◆ **Record set**:
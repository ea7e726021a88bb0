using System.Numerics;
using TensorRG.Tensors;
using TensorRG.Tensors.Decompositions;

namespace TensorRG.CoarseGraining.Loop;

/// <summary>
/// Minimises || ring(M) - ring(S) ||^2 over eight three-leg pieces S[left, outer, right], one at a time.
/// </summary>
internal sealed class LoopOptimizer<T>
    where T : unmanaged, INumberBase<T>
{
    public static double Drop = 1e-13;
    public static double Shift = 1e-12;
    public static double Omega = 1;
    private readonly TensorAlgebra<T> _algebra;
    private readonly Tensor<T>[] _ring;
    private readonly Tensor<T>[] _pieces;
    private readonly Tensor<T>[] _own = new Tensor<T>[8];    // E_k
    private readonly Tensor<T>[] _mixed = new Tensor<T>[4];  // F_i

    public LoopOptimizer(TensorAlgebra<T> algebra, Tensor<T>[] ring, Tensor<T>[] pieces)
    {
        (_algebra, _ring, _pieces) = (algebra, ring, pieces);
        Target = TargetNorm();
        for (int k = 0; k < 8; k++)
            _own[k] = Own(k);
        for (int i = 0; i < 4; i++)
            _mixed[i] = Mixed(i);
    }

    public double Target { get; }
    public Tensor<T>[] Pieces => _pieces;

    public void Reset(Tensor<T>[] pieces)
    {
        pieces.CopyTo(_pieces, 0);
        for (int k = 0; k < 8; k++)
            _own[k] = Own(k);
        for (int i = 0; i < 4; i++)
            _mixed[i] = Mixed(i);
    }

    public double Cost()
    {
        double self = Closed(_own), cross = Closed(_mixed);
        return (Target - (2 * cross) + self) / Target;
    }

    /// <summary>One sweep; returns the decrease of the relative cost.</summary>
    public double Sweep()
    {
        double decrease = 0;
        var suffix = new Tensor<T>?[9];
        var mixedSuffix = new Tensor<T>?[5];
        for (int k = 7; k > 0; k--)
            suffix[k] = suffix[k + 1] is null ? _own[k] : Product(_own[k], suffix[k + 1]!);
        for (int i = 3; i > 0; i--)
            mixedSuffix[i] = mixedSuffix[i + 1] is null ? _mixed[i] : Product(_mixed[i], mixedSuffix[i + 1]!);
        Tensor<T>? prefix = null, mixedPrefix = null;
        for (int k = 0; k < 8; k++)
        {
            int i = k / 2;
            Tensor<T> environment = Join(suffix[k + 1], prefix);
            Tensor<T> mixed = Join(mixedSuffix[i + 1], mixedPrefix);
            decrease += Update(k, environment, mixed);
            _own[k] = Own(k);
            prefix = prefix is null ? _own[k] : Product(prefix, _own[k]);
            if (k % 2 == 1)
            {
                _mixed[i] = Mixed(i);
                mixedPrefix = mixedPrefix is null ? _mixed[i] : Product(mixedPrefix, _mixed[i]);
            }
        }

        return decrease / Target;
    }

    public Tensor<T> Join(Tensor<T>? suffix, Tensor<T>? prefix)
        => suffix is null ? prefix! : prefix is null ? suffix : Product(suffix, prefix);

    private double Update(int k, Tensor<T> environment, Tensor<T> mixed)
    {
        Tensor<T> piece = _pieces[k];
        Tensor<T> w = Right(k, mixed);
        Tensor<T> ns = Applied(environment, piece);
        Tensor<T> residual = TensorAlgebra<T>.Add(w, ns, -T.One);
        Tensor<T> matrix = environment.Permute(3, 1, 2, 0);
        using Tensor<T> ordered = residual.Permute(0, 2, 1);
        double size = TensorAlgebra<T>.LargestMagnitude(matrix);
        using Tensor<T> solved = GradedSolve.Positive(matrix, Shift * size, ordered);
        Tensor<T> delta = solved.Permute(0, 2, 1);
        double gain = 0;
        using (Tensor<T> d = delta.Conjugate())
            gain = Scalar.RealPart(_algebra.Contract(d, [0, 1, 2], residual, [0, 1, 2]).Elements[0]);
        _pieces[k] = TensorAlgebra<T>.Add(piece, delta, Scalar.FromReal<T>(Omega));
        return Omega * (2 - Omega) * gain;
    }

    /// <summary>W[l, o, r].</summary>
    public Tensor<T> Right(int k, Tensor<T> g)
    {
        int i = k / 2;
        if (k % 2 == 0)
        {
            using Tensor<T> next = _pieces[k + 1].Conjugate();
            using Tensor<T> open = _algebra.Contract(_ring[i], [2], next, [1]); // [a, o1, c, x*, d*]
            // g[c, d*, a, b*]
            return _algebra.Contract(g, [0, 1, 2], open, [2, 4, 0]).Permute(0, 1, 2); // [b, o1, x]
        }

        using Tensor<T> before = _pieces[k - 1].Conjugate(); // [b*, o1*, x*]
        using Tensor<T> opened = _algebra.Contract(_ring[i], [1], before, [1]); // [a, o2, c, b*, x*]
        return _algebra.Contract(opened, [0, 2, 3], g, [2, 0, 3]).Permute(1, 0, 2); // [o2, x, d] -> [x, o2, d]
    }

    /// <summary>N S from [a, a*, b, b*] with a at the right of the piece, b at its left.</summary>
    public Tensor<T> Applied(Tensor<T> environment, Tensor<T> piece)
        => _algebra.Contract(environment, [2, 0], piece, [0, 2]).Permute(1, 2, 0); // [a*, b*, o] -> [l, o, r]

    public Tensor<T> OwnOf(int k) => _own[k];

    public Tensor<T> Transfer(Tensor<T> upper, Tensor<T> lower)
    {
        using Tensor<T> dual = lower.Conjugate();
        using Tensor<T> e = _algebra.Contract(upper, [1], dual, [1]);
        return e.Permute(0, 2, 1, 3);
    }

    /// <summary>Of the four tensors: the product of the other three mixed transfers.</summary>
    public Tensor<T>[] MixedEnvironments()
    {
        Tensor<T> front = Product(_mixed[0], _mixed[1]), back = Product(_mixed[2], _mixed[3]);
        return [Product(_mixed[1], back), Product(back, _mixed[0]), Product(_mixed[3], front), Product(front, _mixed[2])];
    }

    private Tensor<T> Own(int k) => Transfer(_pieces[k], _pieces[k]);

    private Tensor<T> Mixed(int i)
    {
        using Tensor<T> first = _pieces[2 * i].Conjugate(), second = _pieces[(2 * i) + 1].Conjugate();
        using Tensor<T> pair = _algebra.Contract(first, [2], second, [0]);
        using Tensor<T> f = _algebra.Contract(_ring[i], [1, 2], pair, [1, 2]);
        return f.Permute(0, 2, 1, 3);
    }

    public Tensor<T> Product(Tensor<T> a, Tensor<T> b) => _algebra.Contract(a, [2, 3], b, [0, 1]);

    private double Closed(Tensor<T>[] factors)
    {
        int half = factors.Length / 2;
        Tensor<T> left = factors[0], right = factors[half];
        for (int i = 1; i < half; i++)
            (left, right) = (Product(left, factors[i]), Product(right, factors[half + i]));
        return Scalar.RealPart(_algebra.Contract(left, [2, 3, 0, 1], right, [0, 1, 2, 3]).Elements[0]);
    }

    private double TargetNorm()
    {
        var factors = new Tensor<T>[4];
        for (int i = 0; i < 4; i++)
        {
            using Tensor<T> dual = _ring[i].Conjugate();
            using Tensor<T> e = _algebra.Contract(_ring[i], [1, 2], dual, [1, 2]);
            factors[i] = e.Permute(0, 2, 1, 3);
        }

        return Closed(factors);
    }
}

◆ **What the task requires**:
Using only the listing above, restate exactly the lines from the line containing "using Tensor<T> ordered" through the line containing "using Tensor<T> before", both included.

◆ **Task output**:
        using Tensor<T> ordered = residual.Permute(0, 2, 1);
        double size = TensorAlgebra<T>.LargestMagnitude(matrix);
        using Tensor<T> solved = GradedSolve.Positive(matrix, Shift * size, ordered);
        Tensor<T> delta = solved.Permute(0, 2, 1);
        double gain = 0;
        using (Tensor<T> d = delta.Conjugate())
            gain = Scalar.RealPart(_algebra.Contract(d, [0, 1, 2], residual, [0, 1, 2]).Elements[0]);
        _pieces[k] = TensorAlgebra<T>.Add(piece, delta, Scalar.FromReal<T>(Omega));
        return Omega * (2 - Omega) * gain;
    }

    /// <summary>W[l, o, r].</summary>
    public Tensor<T> Right(int k, Tensor<T> g)
    {
        int i = k / 2;
        if (k % 2 == 0)
        {
            using Tensor<T> next = _pieces[k + 1].Conjugate();
            using Tensor<T> open = _algebra.Contract(_ring[i], [2], next, [1]); // [a, o1, c, x*, d*]
            // g[c, d*, a, b*]
            return _algebra.Contract(g, [0, 1, 2], open, [2, 4, 0]).Permute(0, 1, 2); // [b, o1, x]
        }

        using Tensor<T> before = _pieces[k - 1].Conjugate(); // [b*, o1*, x*]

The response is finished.